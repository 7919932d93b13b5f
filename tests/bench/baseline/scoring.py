"""The placement search's scoring steps (``_Scorer.features``, the EQ proxy, ``_distinct``)
as they were before the scoring work: two smoothing GEMMs, a logarithm of every area
point's 1/3-octave level, and a distance loop over every layout. tests/bench/bench_scoring.py
swaps them in to time the whole search before and after in the same run. Not part of the
package."""

from __future__ import annotations

import numpy as np

from roommodes.analysis.search import _TINY, EQ_MAX_BOOST_DB, EQ_MAX_CUT_DB, layout_distance_m


def proxy_from_smoothed(level3_db, proj, points3_db=None):
    trend = level3_db - level3_db @ proj
    corr = trend - level3_db
    if points3_db is not None:
        short = trend[..., None, :] - points3_db
        corr = np.where(corr > 0, np.clip(np.min(short, axis=-2), 0.0, None),
                        0.5 * (corr + np.clip(np.max(short, axis=-2), None, 0.0)))
    return np.clip(corr, -EQ_MAX_CUT_DB, EQ_MAX_BOOST_DB)


def features(self, h, channel, correction_db=None):
    power = (h.real**2 + h.imag**2) * self.speaker_power[channel]
    ls = 10 * np.log10(np.maximum(power @ self.smooth6, _TINY))
    seat = ls[..., self.seat_row, :]
    if correction_db is None:
        p3 = power @ self.smooth3
        mean3 = 10 * np.log10(np.maximum(p3.mean(axis=-2), _TINY))
        correction_db = proxy_from_smoothed(mean3, self.proj, 10 * np.log10(np.maximum(p3, _TINY)))
    after = seat + correction_db
    resid = after @ self.proj
    return {
        "seat": after,
        "correction": correction_db,
        "flat_ms": np.mean(resid**2, axis=-1),
        "flat_raw_ms": np.mean((seat @ self.proj) ** 2, axis=-1),
        "area_var": np.mean(np.var(ls, axis=-2), axis=-1),
        "boost": np.maximum(0.0, np.max(correction_db, axis=-1)),
    }


def distinct(vecs, scores, min_m, limit=None):
    v = np.asarray(vecs, dtype=float)
    kept = []
    for i in np.argsort(scores, kind="stable"):
        if not kept or np.min(layout_distance_m(v[kept], v[i])) >= min_m - 1e-9:
            kept.append(int(i))
            if limit is not None and len(kept) >= limit:
                break
    return kept
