package org.lagmill.training;

import java.io.IOException;
import java.nio.charset.StandardCharsets;
import java.security.MessageDigest;
import java.security.NoSuchAlgorithmException;
import java.util.ArrayList;
import java.util.HexFormat;
import java.util.List;
import java.util.Locale;
import org.lagmill.features.FeatureBatch;
import org.lagmill.features.FeaturePass;
import org.lagmill.io.InvalidRequestException;
import org.lagmill.io.Setting;
import org.lagmill.learner.DatasetBuilder;
import org.lagmill.learner.DistributedBinning;
import org.lagmill.learner.RankSum;
import org.lagmill.learner.LearnerNetwork;
import org.lagmill.learner.TrainParameters;
import org.lagmill.learner.TrainedModel;
import org.lagmill.learner.Trainer;
import org.lagmill.learner.TrainingDataset;
import org.lagmill.learner.TreeLearner;
import org.lagmill.memory.MemoryBudget;
import org.lagmill.memory.ProcessMemory;
import org.lagmill.progress.ProgressListener;
import org.lagmill.store.SalesHistory;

◆ **What is being asked**:
Print the listing above from its first line through the line with "corr = np.where(corr", and stop there.

◆ **Written response**:
repository 7919932d93b13b5f
filename tests/bench/baseline/scoring.py
"""The placement search's scoring steps (``_Scorer.features``, the EQ proxy, ``_distinct``)
as they were before the scoring work: two smoothing GEMMs, a logarithm of every area
point's 1/3-octave level, and a distance loop over every layout. tests/bench/bench_scoring.py
swaps them in to time the whole search before and after in the same run. Not part of the
package."""

from __future__ import annotations

import numpy as np

from roommodes.analysis.search import _TINY, EQ_MAX_BOOST_DB, EQ_MAX_CUT_DB, layout_distance_m


def proxy_from_smoothed(level3_db, proj, points3_db=None):
    trend = level3_db - level3_db @ proj
    corr = trend - level3_db
    if points3_db is not None:
        short = trend[..., None, :] - points3_db
        corr = np.where(corr > 0, np.clip(np.min(short, axis=-2), 0.0, None),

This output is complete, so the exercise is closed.